:: Work to be completed ::
Transcribe exactly the lines that begin the material and continue through the line containing "whose grid is". Leave out whatever follows.
======== Data records ========
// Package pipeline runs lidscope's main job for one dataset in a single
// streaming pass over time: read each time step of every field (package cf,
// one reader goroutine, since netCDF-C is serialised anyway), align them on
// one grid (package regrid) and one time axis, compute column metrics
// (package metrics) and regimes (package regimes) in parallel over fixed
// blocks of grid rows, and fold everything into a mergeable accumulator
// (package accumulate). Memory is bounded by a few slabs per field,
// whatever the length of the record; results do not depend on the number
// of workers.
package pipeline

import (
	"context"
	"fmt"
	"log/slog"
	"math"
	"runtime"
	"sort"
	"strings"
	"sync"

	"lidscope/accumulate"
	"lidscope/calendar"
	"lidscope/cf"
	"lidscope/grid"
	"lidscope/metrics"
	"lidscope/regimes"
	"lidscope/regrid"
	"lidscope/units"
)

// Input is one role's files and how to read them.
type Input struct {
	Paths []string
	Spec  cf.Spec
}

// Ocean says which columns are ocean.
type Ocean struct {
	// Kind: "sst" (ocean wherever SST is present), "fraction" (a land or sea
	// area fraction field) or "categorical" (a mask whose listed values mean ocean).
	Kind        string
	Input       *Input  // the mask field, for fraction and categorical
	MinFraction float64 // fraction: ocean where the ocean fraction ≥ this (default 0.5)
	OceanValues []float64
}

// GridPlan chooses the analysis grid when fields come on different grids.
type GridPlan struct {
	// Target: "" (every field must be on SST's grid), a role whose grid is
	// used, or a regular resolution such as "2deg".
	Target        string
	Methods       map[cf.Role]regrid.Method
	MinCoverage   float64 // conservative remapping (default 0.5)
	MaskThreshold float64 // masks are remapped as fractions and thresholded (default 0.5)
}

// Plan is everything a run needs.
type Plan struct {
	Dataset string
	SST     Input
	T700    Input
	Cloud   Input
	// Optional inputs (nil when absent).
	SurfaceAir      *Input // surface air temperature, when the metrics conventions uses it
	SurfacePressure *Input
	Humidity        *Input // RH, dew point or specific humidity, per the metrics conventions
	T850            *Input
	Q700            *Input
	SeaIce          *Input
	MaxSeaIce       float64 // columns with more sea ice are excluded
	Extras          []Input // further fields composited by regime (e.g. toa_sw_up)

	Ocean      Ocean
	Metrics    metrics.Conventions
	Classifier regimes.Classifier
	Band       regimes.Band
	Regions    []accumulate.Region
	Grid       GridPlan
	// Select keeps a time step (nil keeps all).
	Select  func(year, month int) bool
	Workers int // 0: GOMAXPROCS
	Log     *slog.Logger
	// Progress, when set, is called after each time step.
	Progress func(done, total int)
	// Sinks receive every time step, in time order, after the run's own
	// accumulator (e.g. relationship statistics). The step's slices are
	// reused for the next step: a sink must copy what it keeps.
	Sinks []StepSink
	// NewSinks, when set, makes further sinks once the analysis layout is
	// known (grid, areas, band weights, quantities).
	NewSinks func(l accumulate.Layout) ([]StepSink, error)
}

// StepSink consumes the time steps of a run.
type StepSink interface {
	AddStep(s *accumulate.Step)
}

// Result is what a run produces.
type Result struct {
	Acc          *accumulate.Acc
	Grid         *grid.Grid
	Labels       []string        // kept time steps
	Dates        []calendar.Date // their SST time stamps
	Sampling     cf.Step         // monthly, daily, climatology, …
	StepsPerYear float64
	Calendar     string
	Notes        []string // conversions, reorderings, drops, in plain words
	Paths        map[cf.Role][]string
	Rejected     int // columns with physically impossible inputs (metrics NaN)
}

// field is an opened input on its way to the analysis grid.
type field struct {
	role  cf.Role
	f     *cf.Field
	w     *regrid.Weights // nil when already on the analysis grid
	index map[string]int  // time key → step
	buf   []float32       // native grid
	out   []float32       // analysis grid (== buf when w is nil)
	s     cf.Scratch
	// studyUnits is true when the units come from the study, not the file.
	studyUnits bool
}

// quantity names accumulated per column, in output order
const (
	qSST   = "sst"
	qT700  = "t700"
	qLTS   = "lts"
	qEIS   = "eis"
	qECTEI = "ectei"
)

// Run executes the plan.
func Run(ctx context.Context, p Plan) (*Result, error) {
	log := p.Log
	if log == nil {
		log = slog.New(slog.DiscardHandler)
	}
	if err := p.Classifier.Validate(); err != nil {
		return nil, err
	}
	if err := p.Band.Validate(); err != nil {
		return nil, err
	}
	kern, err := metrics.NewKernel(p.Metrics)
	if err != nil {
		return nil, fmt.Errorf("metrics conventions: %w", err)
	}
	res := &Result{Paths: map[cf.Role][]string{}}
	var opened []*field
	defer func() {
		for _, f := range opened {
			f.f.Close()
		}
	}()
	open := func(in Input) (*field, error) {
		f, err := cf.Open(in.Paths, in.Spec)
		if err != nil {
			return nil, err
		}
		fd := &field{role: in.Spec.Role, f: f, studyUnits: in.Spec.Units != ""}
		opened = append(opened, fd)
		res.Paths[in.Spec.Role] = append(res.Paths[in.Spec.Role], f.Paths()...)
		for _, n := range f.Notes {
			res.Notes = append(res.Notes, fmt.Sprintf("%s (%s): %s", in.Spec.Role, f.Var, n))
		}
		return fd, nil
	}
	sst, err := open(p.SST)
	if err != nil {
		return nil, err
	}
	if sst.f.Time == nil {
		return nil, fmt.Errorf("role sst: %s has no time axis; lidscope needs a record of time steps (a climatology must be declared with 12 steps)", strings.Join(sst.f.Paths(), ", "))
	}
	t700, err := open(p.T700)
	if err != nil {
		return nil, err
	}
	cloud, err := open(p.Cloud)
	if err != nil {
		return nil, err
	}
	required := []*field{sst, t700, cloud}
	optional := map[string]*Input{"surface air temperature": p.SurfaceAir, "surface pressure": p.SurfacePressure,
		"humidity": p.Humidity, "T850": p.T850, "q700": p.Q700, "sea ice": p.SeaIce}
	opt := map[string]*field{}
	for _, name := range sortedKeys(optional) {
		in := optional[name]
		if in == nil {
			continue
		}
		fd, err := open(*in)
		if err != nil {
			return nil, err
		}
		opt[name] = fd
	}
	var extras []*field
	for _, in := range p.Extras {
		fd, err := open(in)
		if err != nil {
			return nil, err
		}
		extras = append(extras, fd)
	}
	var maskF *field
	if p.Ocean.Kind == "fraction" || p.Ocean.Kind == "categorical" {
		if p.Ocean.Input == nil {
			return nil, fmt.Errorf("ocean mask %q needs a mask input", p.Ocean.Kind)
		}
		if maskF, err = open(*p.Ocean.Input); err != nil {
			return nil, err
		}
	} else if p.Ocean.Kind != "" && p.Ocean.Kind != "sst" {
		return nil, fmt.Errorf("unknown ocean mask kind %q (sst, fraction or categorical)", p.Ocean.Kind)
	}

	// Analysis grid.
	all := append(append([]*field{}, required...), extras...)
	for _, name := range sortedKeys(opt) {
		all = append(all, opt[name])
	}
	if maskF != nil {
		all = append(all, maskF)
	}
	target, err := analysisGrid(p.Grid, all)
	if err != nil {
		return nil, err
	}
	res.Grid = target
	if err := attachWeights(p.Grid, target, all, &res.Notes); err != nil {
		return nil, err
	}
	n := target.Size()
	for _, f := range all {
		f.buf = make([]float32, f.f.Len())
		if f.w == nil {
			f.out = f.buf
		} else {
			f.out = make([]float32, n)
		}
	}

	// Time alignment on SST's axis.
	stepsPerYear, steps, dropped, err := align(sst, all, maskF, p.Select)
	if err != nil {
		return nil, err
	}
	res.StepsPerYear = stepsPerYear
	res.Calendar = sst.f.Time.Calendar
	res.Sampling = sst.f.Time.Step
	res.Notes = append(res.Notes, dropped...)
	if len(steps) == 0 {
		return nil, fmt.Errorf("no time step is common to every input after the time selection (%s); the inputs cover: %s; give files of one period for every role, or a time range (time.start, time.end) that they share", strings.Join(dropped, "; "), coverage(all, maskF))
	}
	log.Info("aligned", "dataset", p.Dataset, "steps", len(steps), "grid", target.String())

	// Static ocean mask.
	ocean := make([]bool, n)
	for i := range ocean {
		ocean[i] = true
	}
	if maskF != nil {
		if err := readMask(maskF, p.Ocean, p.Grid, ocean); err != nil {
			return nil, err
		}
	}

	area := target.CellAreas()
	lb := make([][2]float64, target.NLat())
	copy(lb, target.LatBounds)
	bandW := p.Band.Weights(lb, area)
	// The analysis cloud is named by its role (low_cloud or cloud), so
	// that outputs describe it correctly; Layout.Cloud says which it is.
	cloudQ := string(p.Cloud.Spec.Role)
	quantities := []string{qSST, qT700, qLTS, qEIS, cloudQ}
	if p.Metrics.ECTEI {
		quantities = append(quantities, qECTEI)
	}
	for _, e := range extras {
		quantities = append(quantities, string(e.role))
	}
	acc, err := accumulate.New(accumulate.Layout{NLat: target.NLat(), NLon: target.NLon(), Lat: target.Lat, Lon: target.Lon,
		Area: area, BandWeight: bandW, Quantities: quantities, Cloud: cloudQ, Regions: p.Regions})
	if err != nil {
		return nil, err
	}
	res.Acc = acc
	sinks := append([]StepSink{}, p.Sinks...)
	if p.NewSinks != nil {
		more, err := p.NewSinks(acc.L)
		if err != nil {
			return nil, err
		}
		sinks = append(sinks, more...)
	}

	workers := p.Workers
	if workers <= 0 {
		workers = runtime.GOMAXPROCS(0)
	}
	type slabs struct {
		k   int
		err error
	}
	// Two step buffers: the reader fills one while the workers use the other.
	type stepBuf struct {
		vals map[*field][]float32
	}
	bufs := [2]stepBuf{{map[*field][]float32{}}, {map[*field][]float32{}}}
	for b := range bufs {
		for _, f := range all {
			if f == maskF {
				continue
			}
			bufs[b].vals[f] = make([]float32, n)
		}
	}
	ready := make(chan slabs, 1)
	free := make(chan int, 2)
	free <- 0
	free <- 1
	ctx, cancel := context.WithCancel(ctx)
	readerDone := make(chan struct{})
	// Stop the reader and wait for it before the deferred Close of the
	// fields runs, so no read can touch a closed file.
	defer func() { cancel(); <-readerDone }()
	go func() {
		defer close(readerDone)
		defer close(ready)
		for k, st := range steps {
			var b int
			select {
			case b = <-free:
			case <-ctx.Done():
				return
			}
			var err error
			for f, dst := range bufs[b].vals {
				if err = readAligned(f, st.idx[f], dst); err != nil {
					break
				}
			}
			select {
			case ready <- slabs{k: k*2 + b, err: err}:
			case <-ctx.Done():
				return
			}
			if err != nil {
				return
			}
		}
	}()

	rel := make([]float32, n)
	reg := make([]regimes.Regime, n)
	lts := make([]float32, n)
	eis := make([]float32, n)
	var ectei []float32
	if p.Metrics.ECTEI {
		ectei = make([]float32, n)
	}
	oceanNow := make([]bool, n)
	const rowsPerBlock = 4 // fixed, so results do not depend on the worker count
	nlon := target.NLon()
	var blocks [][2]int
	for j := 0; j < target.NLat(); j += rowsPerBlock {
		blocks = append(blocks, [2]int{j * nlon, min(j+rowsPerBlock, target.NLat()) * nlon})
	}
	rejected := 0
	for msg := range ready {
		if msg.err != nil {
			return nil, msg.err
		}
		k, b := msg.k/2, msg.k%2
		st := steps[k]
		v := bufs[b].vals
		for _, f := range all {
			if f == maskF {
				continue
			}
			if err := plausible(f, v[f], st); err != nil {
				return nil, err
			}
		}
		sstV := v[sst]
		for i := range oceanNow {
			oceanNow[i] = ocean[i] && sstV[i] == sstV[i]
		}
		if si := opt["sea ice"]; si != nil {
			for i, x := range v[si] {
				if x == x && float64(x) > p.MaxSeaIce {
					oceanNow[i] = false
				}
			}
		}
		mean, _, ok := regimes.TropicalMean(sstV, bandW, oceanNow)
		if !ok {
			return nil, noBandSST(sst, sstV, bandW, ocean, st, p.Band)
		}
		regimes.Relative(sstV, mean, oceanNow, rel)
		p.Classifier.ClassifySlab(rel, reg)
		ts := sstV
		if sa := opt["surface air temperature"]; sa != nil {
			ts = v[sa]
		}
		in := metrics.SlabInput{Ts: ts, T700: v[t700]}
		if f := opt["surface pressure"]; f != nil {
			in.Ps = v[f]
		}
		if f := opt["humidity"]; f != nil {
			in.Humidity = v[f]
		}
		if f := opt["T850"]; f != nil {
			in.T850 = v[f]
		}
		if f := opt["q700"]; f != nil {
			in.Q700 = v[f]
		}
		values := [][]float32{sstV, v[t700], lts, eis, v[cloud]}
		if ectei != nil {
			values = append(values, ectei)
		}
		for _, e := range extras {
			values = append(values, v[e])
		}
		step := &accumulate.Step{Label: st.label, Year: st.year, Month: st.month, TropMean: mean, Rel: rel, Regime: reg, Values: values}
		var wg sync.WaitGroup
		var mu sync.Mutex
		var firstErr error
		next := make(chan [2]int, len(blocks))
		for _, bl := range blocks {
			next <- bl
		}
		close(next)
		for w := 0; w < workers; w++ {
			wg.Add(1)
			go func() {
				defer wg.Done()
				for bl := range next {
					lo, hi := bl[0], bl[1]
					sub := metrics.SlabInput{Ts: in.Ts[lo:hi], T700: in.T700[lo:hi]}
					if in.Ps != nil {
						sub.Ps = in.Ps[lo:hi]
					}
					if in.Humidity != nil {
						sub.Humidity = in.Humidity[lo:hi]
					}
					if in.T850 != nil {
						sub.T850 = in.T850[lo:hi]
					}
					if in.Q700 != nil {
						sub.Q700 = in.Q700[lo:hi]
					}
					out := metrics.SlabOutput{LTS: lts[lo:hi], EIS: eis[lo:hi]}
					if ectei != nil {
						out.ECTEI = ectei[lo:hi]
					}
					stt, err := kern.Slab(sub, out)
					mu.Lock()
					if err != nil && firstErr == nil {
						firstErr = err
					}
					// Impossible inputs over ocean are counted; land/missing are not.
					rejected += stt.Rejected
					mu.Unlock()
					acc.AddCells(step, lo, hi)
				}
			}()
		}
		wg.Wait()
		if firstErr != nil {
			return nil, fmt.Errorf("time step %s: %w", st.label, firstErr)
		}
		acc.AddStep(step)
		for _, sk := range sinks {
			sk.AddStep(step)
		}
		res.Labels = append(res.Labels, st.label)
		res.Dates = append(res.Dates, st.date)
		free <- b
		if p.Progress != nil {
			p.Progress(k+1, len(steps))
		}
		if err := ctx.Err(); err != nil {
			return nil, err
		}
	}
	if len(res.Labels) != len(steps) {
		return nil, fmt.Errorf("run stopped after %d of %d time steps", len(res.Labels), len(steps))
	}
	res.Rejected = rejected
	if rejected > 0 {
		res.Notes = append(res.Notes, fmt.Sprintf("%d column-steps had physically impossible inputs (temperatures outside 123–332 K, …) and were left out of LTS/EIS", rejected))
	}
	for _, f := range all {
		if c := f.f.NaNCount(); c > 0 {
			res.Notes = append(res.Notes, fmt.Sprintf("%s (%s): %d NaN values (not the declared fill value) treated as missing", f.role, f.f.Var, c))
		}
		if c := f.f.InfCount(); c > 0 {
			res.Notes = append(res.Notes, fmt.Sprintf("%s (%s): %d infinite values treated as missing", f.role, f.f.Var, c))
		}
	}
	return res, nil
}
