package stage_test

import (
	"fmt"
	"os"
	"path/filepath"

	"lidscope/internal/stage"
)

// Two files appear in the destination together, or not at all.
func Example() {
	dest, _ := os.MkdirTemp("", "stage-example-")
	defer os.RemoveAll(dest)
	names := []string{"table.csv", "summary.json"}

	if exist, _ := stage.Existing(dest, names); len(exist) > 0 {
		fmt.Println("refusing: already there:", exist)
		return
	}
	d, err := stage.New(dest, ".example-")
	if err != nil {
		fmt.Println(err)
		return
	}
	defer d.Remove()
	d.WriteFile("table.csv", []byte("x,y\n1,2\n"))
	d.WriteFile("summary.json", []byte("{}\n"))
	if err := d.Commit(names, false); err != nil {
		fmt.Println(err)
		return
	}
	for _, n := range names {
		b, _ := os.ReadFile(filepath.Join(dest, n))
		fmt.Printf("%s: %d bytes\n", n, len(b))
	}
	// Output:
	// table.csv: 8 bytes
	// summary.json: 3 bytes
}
========
:: Solved exercise ::
// Package pipeline runs lidscope's main job for one dataset in a single
// streaming pass over time: read each time step of every field (package cf,
// one reader goroutine, since netCDF-C is serialised anyway), align them on
// one grid (package regrid) and one time axis, compute column metrics
// (package metrics) and regimes (package regimes) in parallel over fixed
// blocks of grid rows, and fold everything into a mergeable accumulator
// (package accumulate). Memory is bounded by a few slabs per field,
// whatever the length of the record; results do not depend on the number
// of workers.
package pipeline

import (
	"context"
	"fmt"
	"log/slog"
	"math"
	"runtime"
	"sort"
	"strings"
	"sync"

	"lidscope/accumulate"
	"lidscope/calendar"
	"lidscope/cf"
	"lidscope/grid"
	"lidscope/metrics"
	"lidscope/regimes"
	"lidscope/regrid"
	"lidscope/units"
)

// Input is one role's files and how to read them.
type Input struct {
	Paths []string
	Spec  cf.Spec
}

// Ocean says which columns are ocean.
type Ocean struct {
	// Kind: "sst" (ocean wherever SST is present), "fraction" (a land or sea
	// area fraction field) or "categorical" (a mask whose listed values mean ocean).
	Kind        string
	Input       *Input  // the mask field, for fraction and categorical
	MinFraction float64 // fraction: ocean where the ocean fraction ≥ this (default 0.5)
	OceanValues []float64
}

// GridPlan chooses the analysis grid when fields come on different grids.
type GridPlan struct {
	// Target: "" (every field must be on SST's grid), a role whose grid is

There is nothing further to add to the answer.